Judge for the Northern District of the United States Court for the Indian Territory
- In office 1899 – November 16, 1907
- Appointed by: William McKinley
- Preceded by: William McKendree Springer
- Succeeded by: Position disestablished

Personal details
- Born: Joseph Albert Gill February 17, 1854 Wheeling, Virginia, U.S.
- Died: March 23, 1933 (aged 79) Tulsa, Oklahoma, U.S.

= Joseph A. Gill =

American lawyer (1854–1933)

Joseph A. Gill (1854 – 1933) was an American federal judge.

A native of what is now Wheeling West Virginia and a graduate of the University of Illinois, Gill moved about in the western U.S., practicing law, and even editing newspapers. He settled in Kansas where he practiced law and became active in Republican party politics. A vigorous supporter of William McKinley for president in 1896, he was rewarded with an appointment as United States Judge for the Northern District of the Indian Territory in 1899. President Theodore Roosevelt reappointed him to serve in the same position from 1903 to 1907.

== Early life ==
Joseph Albert Gill was born in Wheeling, Virginia (now Wheeling, West Virginia) on February 17, 1854, to John and Rhoda Gill. The family moved to Springfield, Illinois when Joseph was ten years old. He attended the University of Illinois, read law in the offices of John A. McClernand and Charles Keyes. After practicing for three years in Springfield, he moved to Portland, Oregon. During the next few years, he moved around the northwest, practicing law in Astoria, Oregon and editing a newspaper in Oysterville, Washington. (Note: The newspaper was named the Pacific Journal.) He came back east in 1887, and settled in Colby, Kansas to open his law office.

== Political life ==
Gill quickly became a Republican Party stalwart in Kansas. (Note: Gill's son called him an"uncompromising" Republican.) He practiced law and again edited a local newspaper, a weekly named the Thomas County Cat. He was a delegate to the June 1896 Republican Convention, where his friend, William McKinley became the party candidate for president. Gill spent much time and energy stumping the state for McKinley and the other party nominees. McKinley was elected president.
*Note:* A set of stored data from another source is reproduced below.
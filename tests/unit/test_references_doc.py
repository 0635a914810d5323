"""Citations stay inside the repository and point at entries of docs/references.md."""

from __future__ import annotations

import re
import subprocess
from pathlib import Path

import pytest

REPO = Path(__file__).resolve().parents[2]
REFERENCES = REPO / "docs" / "references.md"
# Built in two pieces so that this file does not match itself.
OUTSIDE_HANDBOOK = "REFERENCE" + ".md"
CITATION = re.compile(r"docs/references\.md R(\d+)")


def _tracked_text_files() -> list[tuple[str, str]]:
    """Return (path, text) for every tracked file that decodes as UTF-8."""
    try:
        listing = subprocess.run(
            ["git", "ls-files", "-z"], cwd=REPO, check=True, capture_output=True
        ).stdout
    except (OSError, subprocess.CalledProcessError):
        pytest.skip("not a git checkout")
    files = []
    for name in listing.decode().split("\0"):
        path = REPO / name
        if not name or not path.is_file():
            continue
        try:
            files.append((name, path.read_text(encoding="utf-8")))
        except UnicodeDecodeError:
            continue  # binary files cannot cite anything
    return files


def test_no_tracked_file_cites_the_outside_handbook():
    offenders = [name for name, text in _tracked_text_files() if OUTSIDE_HANDBOOK in text]
    assert offenders == []


def test_every_cited_entry_has_an_anchor():
    anchors = set(re.findall(r'<a id="R(\d+)"></a>', REFERENCES.read_text(encoding="utf-8")))
    cited = {
        (name, number) for name, text in _tracked_text_files() for number in CITATION.findall(text)
    }
    assert cited, "the citation pattern should find the code's citations"
    missing = sorted((name, number) for name, number in cited if number not in anchors)
    assert missing == []
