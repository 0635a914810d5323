"""Load factor, loss factor and RMS loading (docs/references.md R4)."""

import numpy as np
import pytest
from hypothesis import given
from hypothesis import strategies as st
from hypothesis.extra.numpy import arrays
from numpy.testing import assert_allclose

from domain import InvalidInput, load_factor, loss_factor, loss_factor_from_load_factor, rms_loading


def test_loss_factor_from_load_factor_published_worked_example():
    # Published worked example quoted in docs/references.md R4: LF 0.65, k 0.3 -> 0.49075.
    result = loss_factor_from_load_factor(0.65, k=0.3)
    assert isinstance(result, float)
    assert_allclose(result, 0.49075, rtol=1e-12)


def test_loss_factor_from_load_factor_limits_and_arrays():
    lf = np.array([0.0, 0.2, 0.65, 1.0])
    # k = 1 gives LF, k = 0 gives LF**2 (the two bounds of the relation).
    assert_allclose(loss_factor_from_load_factor(lf, k=1.0), lf)
    assert_allclose(loss_factor_from_load_factor(lf, k=0.0), lf**2)
    assert loss_factor_from_load_factor(lf).shape == (4,)


def test_loss_factor_from_load_factor_nan_propagates_and_range_is_checked():
    result = loss_factor_from_load_factor(np.array([0.5, np.nan]))
    assert np.isnan(result[1]) and not np.isnan(result[0])
    with pytest.raises(InvalidInput) as caught:
        loss_factor_from_load_factor(1.2)
    assert caught.value.field == "load_factor"
    with pytest.raises(InvalidInput) as caught:
        loss_factor_from_load_factor(0.5, k=-0.1)
    assert caught.value.field == "k"


def test_load_factor_hand_computed():
    # mean(1, 2, 3, 4) = 2.5, peak 4 -> 0.625 (hand computed).
    result = load_factor([1.0, 2.0, 3.0, 4.0])
    assert isinstance(result, float)
    assert_allclose(result, 0.625)


def test_loss_factor_against_independent_computation():
    rng = np.random.default_rng(20240601)
    hourly = rng.uniform(0.1, 1.0, size=8760)
    squares = [p * p for p in hourly.tolist()]
    expected = (sum(squares) / len(squares)) / max(hourly.tolist()) ** 2
    assert_allclose(loss_factor(hourly), expected, rtol=1e-12)


def test_factors_work_along_last_axis_of_2d():
    series = np.array([[1.0, 2.0, 3.0, 4.0], [2.0, 2.0, 2.0, 2.0]])
    assert_allclose(load_factor(series), [0.625, 1.0])
    assert_allclose(loss_factor(series), [(1 + 4 + 9 + 16) / 4 / 16, 1.0])
    assert_allclose(rms_loading(series), [np.sqrt(7.5), 2.0])


def test_factors_survive_tiny_and_huge_samples():
    # Scaling check: the factors are dimensionless, so any unit scale gives the same.
    base = np.array([1.0, 2.0, 3.0, 4.0])
    for scale in (1e-300, 1e-310, 1e300):
        assert_allclose(loss_factor(base * scale), 30 / 4 / 16, rtol=1e-12)
        assert_allclose(rms_loading(base * scale), np.sqrt(7.5) * scale, rtol=1e-9)


def test_rms_loading_hand_computed_and_all_zero_allowed():
    # sqrt((9 + 16) / 2) = sqrt(12.5) (hand computed).
    assert_allclose(rms_loading([3.0, 4.0]), np.sqrt(12.5))
    assert rms_loading([0.0, 0.0]) == 0.0


@pytest.mark.parametrize(
    "series",
    [[], [1.0, -0.1], [1.0, np.nan], [1.0, np.inf], [0.0, 0.0], np.ones((2, 2, 2)), "abc", [[]]],
)
def test_factors_reject_bad_series(series):
    for function in (load_factor, loss_factor):
        with pytest.raises(InvalidInput) as caught:
            function(series)
        assert caught.value.field == "series"


series_strategy = arrays(
    np.float64,
    st.integers(1, 200),
    elements=st.floats(0.0, 1e4, allow_nan=False, allow_infinity=False),
).filter(lambda a: a.max() > 0)


@given(series_strategy)
def test_loss_factor_lies_between_lf_squared_and_lf(series):
    # Property stated in docs/references.md R4: LF**2 <= LsF <= LF.
    lf = load_factor(series)
    lsf = loss_factor(series)
    slack = 1e-12
    assert lf**2 <= lsf + slack
    assert lsf <= lf + slack


@given(series_strategy)
def test_rms_is_never_below_the_average(series):
    # Why costing with the average load understates load losses (docs/references.md R4).
    assert rms_loading(series) >= series.mean() * (1 - 1e-12)
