"""Present-worth factors.

Check values from docs/references.md R3 (standard finance identity); numpy-financial
(`pv`, `npv`) and plain Python loops are the independent references.
"""

import math

import numpy as np
import numpy_financial as npf
import pytest
from numpy.testing import assert_allclose

from domain import InvalidInput, present_worth_factor, present_worth_of_growing_series


@pytest.mark.parametrize(
    ("rate", "years", "expected"),
    [(0.08, 30, 11.2578), (0.05, 20, 12.4622)],  # docs/references.md R3, standard finance identity
)
def test_pwf_reference_check_values(rate, years, expected):
    result = present_worth_factor(rate, years)
    assert isinstance(result, float)
    assert_allclose(result, expected, atol=5e-5)


def test_pwf_matches_numpy_financial_pv_for_an_array_of_rates():
    # numpy-financial: pv of a payment of 1 at year end (when=0), sign flipped.
    rates = np.array([-0.05, 0.0, 1e-4, 0.03, 0.08, 0.15, 0.5])
    with np.errstate(invalid="ignore", divide="ignore"):  # npf divides by the zero rate
        expected = np.array([-npf.pv(rate, 25, 1.0) for rate in rates])
    assert_allclose(present_worth_factor(rates, 25), expected, rtol=1e-12)


def test_pwf_broadcasts_rates_against_years():
    rates = np.array([0.04, 0.08])
    years = np.array([10, 20, 30])
    result = present_worth_factor(rates[:, None], years[None, :])
    assert result.shape == (2, 3)
    expected = [[-npf.pv(r, n, 1.0) for n in years] for r in rates]
    assert_allclose(result, expected, rtol=1e-12)


def test_pwf_zero_rate_is_number_of_years_and_continuous_near_zero():
    assert present_worth_factor(0.0, 30) == 30.0
    assert_allclose(present_worth_factor(1e-12, 30), 30.0, rtol=1e-9)


def test_pwf_keeps_precision_for_tiny_rates():
    # Series expansion PWF = n - n(n+1)/2 * i + O(i**2) (standard calculus). The
    # plain formula (as in npf.pv) cancels catastrophically here: it is off by ~8e-8.
    assert_allclose(present_worth_factor(1e-9, 25), 25 - 325e-9, rtol=1e-14)


def test_pwf_nan_propagates_elementwise():
    result = present_worth_factor(np.array([0.08, np.nan]), 30)
    assert_allclose(result[0], 11.2578, atol=5e-5)
    assert np.isnan(result[1])


@pytest.mark.parametrize(
    ("rate", "years", "field"),
    [
        (-1.0, 10, "discount_rate"),
        (-2.0, 10, "discount_rate"),
        (0.05, -1, "years"),
        ("x", 10, "discount_rate"),
    ],
)
def test_pwf_rejects_out_of_domain_inputs(rate, years, field):
    with pytest.raises(InvalidInput) as caught:
        present_worth_factor(rate, years)
    assert caught.value.field == field


def _growing_series_by_loop(rate: float, years: int, growth: float) -> float:
    return sum((1 + growth) ** (t - 1) / (1 + rate) ** t for t in range(1, years + 1))


@pytest.mark.parametrize(
    ("rate", "years", "growth"),
    [(0.08, 30, 0.0), (0.08, 30, 0.03), (0.05, 20, 0.05), (0.05, 1, 0.2), (0.1, 40, -0.02), (0.0, 15, 0.02)],
)
def test_growing_series_matches_plain_loop(rate, years, growth):
    result = present_worth_of_growing_series(rate, years, growth)
    assert isinstance(result, float)
    assert_allclose(result, _growing_series_by_loop(rate, years, growth), rtol=1e-12)


def test_growing_series_matches_numpy_financial_npv():
    # npf.npv discounts values[t] by (1+i)**t from t = 0, so year-0 flow is 0.
    rate, years, growth = 0.07, 25, 0.025
    flows = [0.0] + [(1 + growth) ** (t - 1) for t in range(1, years + 1)]
    assert_allclose(present_worth_of_growing_series(rate, years, growth), npf.npv(rate, flows), rtol=1e-12)


def test_growing_series_with_equal_growth_and_rate_is_n_over_one_plus_i():
    # Each term is 1/(1+i) when g == i: standard finance identity.
    assert_allclose(present_worth_of_growing_series(0.06, 30, 0.06), 30 / 1.06, rtol=1e-12)


def test_level_series_equals_pwf_for_arrays_of_rates():
    rates = np.linspace(-0.02, 0.2, 12)
    assert_allclose(present_worth_of_growing_series(rates, 30), present_worth_factor(rates, 30), rtol=1e-12)


def test_growing_series_broadcasts_rate_against_growth():
    rates = np.array([0.05, 0.08, 0.1])
    growths = np.array([0.0, 0.02])
    result = present_worth_of_growing_series(rates[:, None], 20, growths[None, :])
    assert result.shape == (3, 2)
    for a, rate in enumerate(rates):
        for b, growth in enumerate(growths):
            assert math.isclose(result[a, b], _growing_series_by_loop(rate, 20, growth), rel_tol=1e-12)


@pytest.mark.parametrize("years", [0, -3, 2.5, True, float("nan"), "30", 10**6])
def test_growing_series_rejects_bad_years(years):
    with pytest.raises(InvalidInput) as caught:
        present_worth_of_growing_series(0.08, years)
    assert caught.value.field == "years"


def test_growing_series_accepts_integer_valued_float_years():
    assert_allclose(present_worth_of_growing_series(0.08, 30.0), present_worth_factor(0.08, 30), rtol=1e-12)


def test_growing_series_rejects_growth_at_minus_one():
    with pytest.raises(InvalidInput) as caught:
        present_worth_of_growing_series(0.08, 10, -1.0)
    assert caught.value.field == "growth"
== Legal career in Indian Territory ==
In December, 1899, he appointed Gill as United States Judge for the Northern District of the Indian Territory, which was located in Muskogee. On December 29, 1899, the new judge opened his first court appearance, replacing the retiring Judge, William M. Springer. Judge Gill found that he was also responsible for court cases in other Indian Territory Northern District "court towns," which were: Tahlequah, Sallisaw, Wagoner, Pryor Creek, Vinita, Miami, Nowata, Bartlesville and Claremore. He also covered Wewoka and Okmulgee, until a separate district was created for them. Moreover, he was by law, a member of the four-member Indian Territory Court of Appeals. (Note: This court met twice a year in McAlester to resolve cases that had been appealed from lower courts.)
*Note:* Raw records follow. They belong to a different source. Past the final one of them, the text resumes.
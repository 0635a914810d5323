"""Domain error types."""

import pytest

from domain import DomainError, InvalidInput


def test_invalid_input_carries_field_and_message():
    error = InvalidInput("discount_rate", "must be > -1, got -2")
    assert error.field == "discount_rate"
    assert error.message == "must be > -1, got -2"
    assert str(error) == "discount_rate: must be > -1, got -2"


def test_invalid_input_is_a_domain_error_and_a_value_error():
    with pytest.raises(DomainError):
        raise InvalidInput("years", "must be >= 1")
    assert issubclass(InvalidInput, ValueError)
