"""domain/ stays pure: stdlib, numpy and pydantic only (STYLE.md, layers)."""

import ast
import sys
from pathlib import Path

import domain

FORBIDDEN = {"server", "fastapi", "sqlalchemy", "starlette", "jinja2", "alembic", "uvicorn", "httpx"}
ALLOWED = set(sys.stdlib_module_names) | {"numpy", "pydantic", "domain", "__future__"}


def imported_roots(source: str) -> set[str]:
    """Top-level package names imported by a module's source (relative imports are domain's own)."""
    roots = set()
    for node in ast.walk(ast.parse(source)):
        if isinstance(node, ast.Import):
            roots.update(alias.name.split(".")[0] for alias in node.names)
        elif isinstance(node, ast.ImportFrom) and node.level == 0 and node.module:
            roots.add(node.module.split(".")[0])
    return roots


def test_the_checker_sees_imports():
    # Guard against a vacuous test: the walker must catch each import form.
    assert imported_roots("import fastapi\nfrom sqlalchemy.orm import Session\nfrom . import x") == {
        "fastapi",
        "sqlalchemy",
    }
    assert imported_roots("def f():\n    import server.app\n") == {"server"}


def test_domain_imports_only_stdlib_numpy_pydantic():
    files = sorted(Path(domain.__file__).parent.rglob("*.py"))
    assert files, "no domain modules found"
    for path in files:
        roots = imported_roots(path.read_text(encoding="utf-8"))
        assert not roots & FORBIDDEN, f"{path.name} imports {sorted(roots & FORBIDDEN)}"
        assert roots <= ALLOWED, f"{path.name} imports {sorted(roots - ALLOWED)}"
Judge Gill was reappointed to another term by President Theodore Roosevelt. He was also appointed, along with Judge W. H. H. Clayton and Tams Bixby, to set up the machinery for electing delegates to the Constitutional Convention. (Note: Tams Bixby was formerly a chairman of the Dawes Commission.) This group of three men was also charged with subdividing the whole of Indian Territory into districts and precincts. Outside of incorporated cities, that had never before been done in Indian Territory.

== After statehood ==
When Oklahoma became a state on November 16, 1907, Gill's position as a judge ceased to exist. He and his family moved to Vinita, where he became a member of the Vinita Board of Education, a delegate to the National Conference of Charities at St. Louis in 1910 and a delegate to the 1912 Republican National Convention in Chicago. The family moved to Tulsa in 1920, where Joseph practiced law and got involved with civic, public, religious and political affairs. A member of the Baptist church, he was also a 32nd degree Mason and a member of the Knights of Pythias.
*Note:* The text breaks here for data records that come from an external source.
"""Total owning cost and ranking of offers (docs/references.md R2)."""

import math

import numpy as np
import pytest
from hypothesis import given
from hypothesis import strategies as st
from numpy.testing import assert_allclose

from domain import (
    CapitalisationRates,
    InvalidInput,
    OfferLosses,
    RankedOffer,
    TocBreakdown,
    efficiency,
    rank_offers,
    rates_direct,
    total_owning_cost,
)


def test_published_worked_example_two_bids_for_a_50_mva_unit():
    # Source: "Take into account the losses when purchasing power transformer",
    # electrical-engineering-portal.com,
    # https://electrical-engineering-portal.com/take-into-account-the-losses-when-purchasing-power-transformer
    # 161/34.5 kV, 30/40/50 MVA transformer; evaluation factors 2450 / 1304 / 756 $/kW
    # (no-load / load / auxiliary). Bid A: $424,500, 59 kW, 224 kW, 2.0 kW;
    # bid B: $436,000, 53 kW, 218 kW, 2.5 kW. The article's totals: A $862,658,
    # B $852,012, so B wins despite the higher bid price.
    rates = rates_direct(2450.0, 1304.0, 756.0)
    offers = [
        OfferLosses(
            offer_id=1,
            bidder="Manufacturer A",
            unit_price=424_500.0,
            no_load_loss_w=59_000.0,
            load_loss_w=224_000.0,
            aux_loss_w=2_000.0,
        ),
        OfferLosses(
            offer_id=2,
            bidder="Manufacturer B",
            unit_price=436_000.0,
            no_load_loss_w=53_000.0,
            load_loss_w=218_000.0,
            aux_loss_w=2_500.0,
        ),
    ]
    ranked = rank_offers(offers, rates, quantity=1, rating_kva=50_000.0)
    assert [r.bidder for r in ranked] == ["Manufacturer B", "Manufacturer A"]
    assert [r.rank for r in ranked] == [1, 2]
    winner, runner_up = ranked
    # Article's component costs: B 129,850 / 284,272 / 1,890; A 144,550 / 292,096 / 1,512.
    assert_allclose(
        [winner.capitalised_no_load, winner.capitalised_load, winner.capitalised_aux, winner.toc_per_unit],
        [129_850.0, 284_272.0, 1_890.0, 852_012.0],
        rtol=1e-12,
    )
    assert_allclose(
        [
            runner_up.capitalised_no_load,
            runner_up.capitalised_load,
            runner_up.capitalised_aux,
            runner_up.toc_per_unit,
        ],
        [144_550.0, 292_096.0, 1_512.0, 862_658.0],
        rtol=1e-12,
    )


def test_total_owning_cost_scalar_returns_floats():
    breakdown = total_owning_cost(
        1000.0, 2000.0, 10_000.0, 500.0, CapitalisationRates(5000.0, 2000.0, 1000.0)
    )
    assert isinstance(breakdown, TocBreakdown)
    assert all(isinstance(value, float) for value in breakdown)
    # 1000 + 5000 * 2 + 2000 * 10 + 1000 * 0.5 (hand computed).
    assert_allclose(breakdown, [10_000.0, 20_000.0, 500.0, 31_500.0])


def test_total_owning_cost_arrays_broadcast_and_nan_propagates():
    rates = CapitalisationRates(5000.0, 2000.0, 0.0)
    breakdown = total_owning_cost(
        np.array([1000.0, 2000.0, np.nan]), 1000.0, np.array([0.0, 1000.0, 0.0]), 0.0, rates
    )
    assert breakdown.toc_per_unit.shape == (3,)
    assert breakdown.capitalised_no_load.shape == (3,)
    assert_allclose(breakdown.toc_per_unit[:2], [6000.0, 9000.0])
    assert np.isnan(breakdown.toc_per_unit[2])


def test_total_owning_cost_rejects_negative_losses():
    with pytest.raises(InvalidInput) as caught:
        total_owning_cost(1000.0, -1.0, 0.0, 0.0, rates_direct(1.0, 1.0))
    assert caught.value.field == "no_load_loss_w"


money = st.floats(0.0, 1e7, allow_nan=False)
loss_w = st.floats(0.0, 1e6, allow_nan=False)
positive_rate = st.floats(0.01, 1e4, allow_nan=False)
delta_w = st.floats(1.0, 1e6, allow_nan=False)


@given(
    price=money,
    p0=loss_w,
    pk=loss_w,
    paux=loss_w,
    a=positive_rate,
    b=positive_rate,
    c=positive_rate,
    delta=delta_w,
)
def test_toc_strictly_rises_with_each_loss(price, p0, pk, paux, a, b, c, delta):
    rates = CapitalisationRates(a, b, c)
    base = total_owning_cost(price, p0, pk, paux, rates).toc_per_unit
    assert total_owning_cost(price, p0 + delta, pk, paux, rates).toc_per_unit > base
    assert total_owning_cost(price, p0, pk + delta, paux, rates).toc_per_unit > base
    assert total_owning_cost(price, p0, pk, paux + delta, rates).toc_per_unit > base


bidder_names = st.sampled_from(["Alpha", "alpha", "ALPHA", "Beta", "beta", "Gamma", ""])


@st.composite
def tender_offers(draw):
    """Offers drawn from small value sets, so that ties in TOC and price are common."""
    count = draw(st.integers(0, 12))
    ids = draw(st.lists(st.integers(1, 10_000), min_size=count, max_size=count, unique=True))
    return [
        OfferLosses(
            offer_id=offer_id,
            bidder=draw(bidder_names),
            unit_price=draw(st.sampled_from([10_000.0, 12_000.0, 15_000.0])),
            no_load_loss_w=draw(st.sampled_from([400.0, 600.0, 800.0])),
            load_loss_w=draw(st.sampled_from([4000.0, 5000.0, 6000.0])),
            aux_loss_w=draw(st.sampled_from([0.0, 100.0])),
        )
        for offer_id in ids
    ]


RATES = CapitalisationRates(no_load_rate_per_kw=5000.0, load_rate_per_kw=2000.0, aux_rate_per_kw=1000.0)


@given(data=st.data())
def test_ranking_does_not_depend_on_input_order(data):
    offers = data.draw(tender_offers())
    shuffled = data.draw(st.permutations(offers))
    assert rank_offers(shuffled, RATES, 3, 630.0) == rank_offers(offers, RATES, 3, 630.0)


@given(offers=tender_offers())
def test_ranking_follows_the_stated_sort_keys(offers):
    # Independent reference: Python's sorted() on (TOC, price, casefolded bidder, id).
    ranked = rank_offers(offers, RATES, 1, 630.0)

    def key(offer):
        toc = total_owning_cost(
            offer.unit_price, offer.no_load_loss_w, offer.load_loss_w, offer.aux_loss_w, RATES
        )
        return (toc.toc_per_unit, offer.unit_price, offer.bidder.casefold(), offer.offer_id)

    assert [r.offer_id for r in ranked] == [o.offer_id for o in sorted(offers, key=key)]
    assert [r.rank for r in ranked] == list(range(1, len(offers) + 1))


def test_many_ties_are_broken_by_bidder_then_id_deterministically():
    same = dict(unit_price=10_000.0, no_load_loss_w=500.0, load_loss_w=5000.0, aux_loss_w=0.0)
    offers = [
        OfferLosses(offer_id=7, bidder="beta", **same),
        OfferLosses(offer_id=3, bidder="Alpha", **same),
        OfferLosses(offer_id=9, bidder="alpha", **same),
        OfferLosses(offer_id=1, bidder="Beta", **same),
        OfferLosses(offer_id=5, bidder="gamma", **same),
        OfferLosses(offer_id=2, bidder="alpha", **same),
    ]
    expected = [(2, "alpha"), (3, "Alpha"), (9, "alpha"), (1, "Beta"), (7, "beta"), (5, "gamma")]
    rng = np.random.default_rng(7)
    for _ in range(20):
        order = rng.permutation(len(offers))
        ranked = rank_offers([offers[i] for i in order], RATES, 1, 500.0)
        assert [(r.offer_id, r.bidder) for r in ranked] == expected


def test_equal_toc_goes_to_the_lower_price():
    # A = 1000 per kW, i.e. 1 per W. Hand computed: cheap 10,000 + 5,000 = 15,000;
    # dear 14,000 + 1,000 = 15,000. Equal TOC, so the lower price ranks first.
    rates = CapitalisationRates(1000.0, 0.0, 0.0)
    cheap = OfferLosses(
        offer_id=2, bidder="Zeta", unit_price=10_000.0, no_load_loss_w=5000.0, load_loss_w=0.0
    )
    dear = OfferLosses(
        offer_id=1, bidder="Alpha", unit_price=14_000.0, no_load_loss_w=1000.0, load_loss_w=0.0
    )
    ranked = rank_offers([dear, cheap], rates, 1, 100.0)
    assert ranked[0].toc_per_unit == ranked[1].toc_per_unit == 15_000.0
    assert [r.offer_id for r in ranked] == [2, 1]


def test_ranked_offer_fields_quantity_and_efficiencies():
    offer = OfferLosses(
        offer_id=4,
        bidder="Delta",
        unit_price=20_000.0,
        no_load_loss_w=1000.0,
        load_loss_w=10_000.0,
        aux_loss_w=0.0,
    )
    (ranked,) = rank_offers([offer], RATES, quantity=12, rating_kva=1000.0)
    assert isinstance(ranked, RankedOffer)
    assert ranked.toc_per_unit == 20_000.0 + 5000.0 + 20_000.0  # hand computed
    assert ranked.toc_total == 12 * ranked.toc_per_unit
    assert sorted(ranked.efficiency_pct) == [25, 50, 75, 100]
    assert ranked.efficiency_50_pct == ranked.efficiency_pct[50]
    assert_allclose(ranked.efficiency_50_pct, 100 * 500_000 / 503_500, rtol=1e-12)  # hand computed
    assert_allclose(ranked.efficiency_pct[100], 100 * efficiency(1.0, 1000.0, 1000.0, 10_000.0), rtol=1e-15)
    assert all(type(v) is float for v in ranked.efficiency_pct.values())
    assert type(ranked.offer_id) is int and type(ranked.toc_total) is float


def test_empty_offers_give_empty_ranking():
    assert rank_offers([], RATES, 1, 100.0) == []


@pytest.mark.parametrize(
    ("changes", "field"),
    [
        (dict(unit_price=-1.0), "unit_price"),
        (dict(no_load_loss_w=math.nan), "no_load_loss_w"),
        (dict(load_loss_w=math.inf), "load_loss_w"),
        (dict(aux_loss_w=-0.5), "aux_loss_w"),
    ],
)
def test_rank_offers_rejects_bad_offer_values(changes, field):
    values = dict(
        offer_id=8, bidder="Eta", unit_price=1.0, no_load_loss_w=1.0, load_loss_w=1.0, aux_loss_w=0.0
    )
    with pytest.raises(InvalidInput) as caught:
        rank_offers([OfferLosses(**(values | changes))], RATES, 1, 100.0)
    assert caught.value.field == field
    assert "offer 8" in caught.value.message


@pytest.mark.parametrize(
    ("quantity", "rating", "field"),
    [(0, 100.0, "quantity"), (1.5, 100.0, "quantity"), (1, 0.0, "rating_kva")],
)
def test_rank_offers_rejects_bad_lot(quantity, rating, field):
    with pytest.raises(InvalidInput) as caught:
        rank_offers([], RATES, quantity, rating)
    assert caught.value.field == field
== Personal life and death ==
Joseph Gill married Miss Nannie Donahue, a daughter of Hon. M. Donahue of Clinton, Illinois, on December 27, 1887, in Omaha, Nebraska. They had three children: Mrs. R. M, McClintock of Oklahoma City, Mrs. C. A. Border of Tulsa and Joseph A. Gill Jr., a practicing attorney at Tulsa, Oklahoma.

Judge Joseph Gill died in Tulsa on March 23, 1933. He was buried in Tulsa's Memorial Park Cemetery.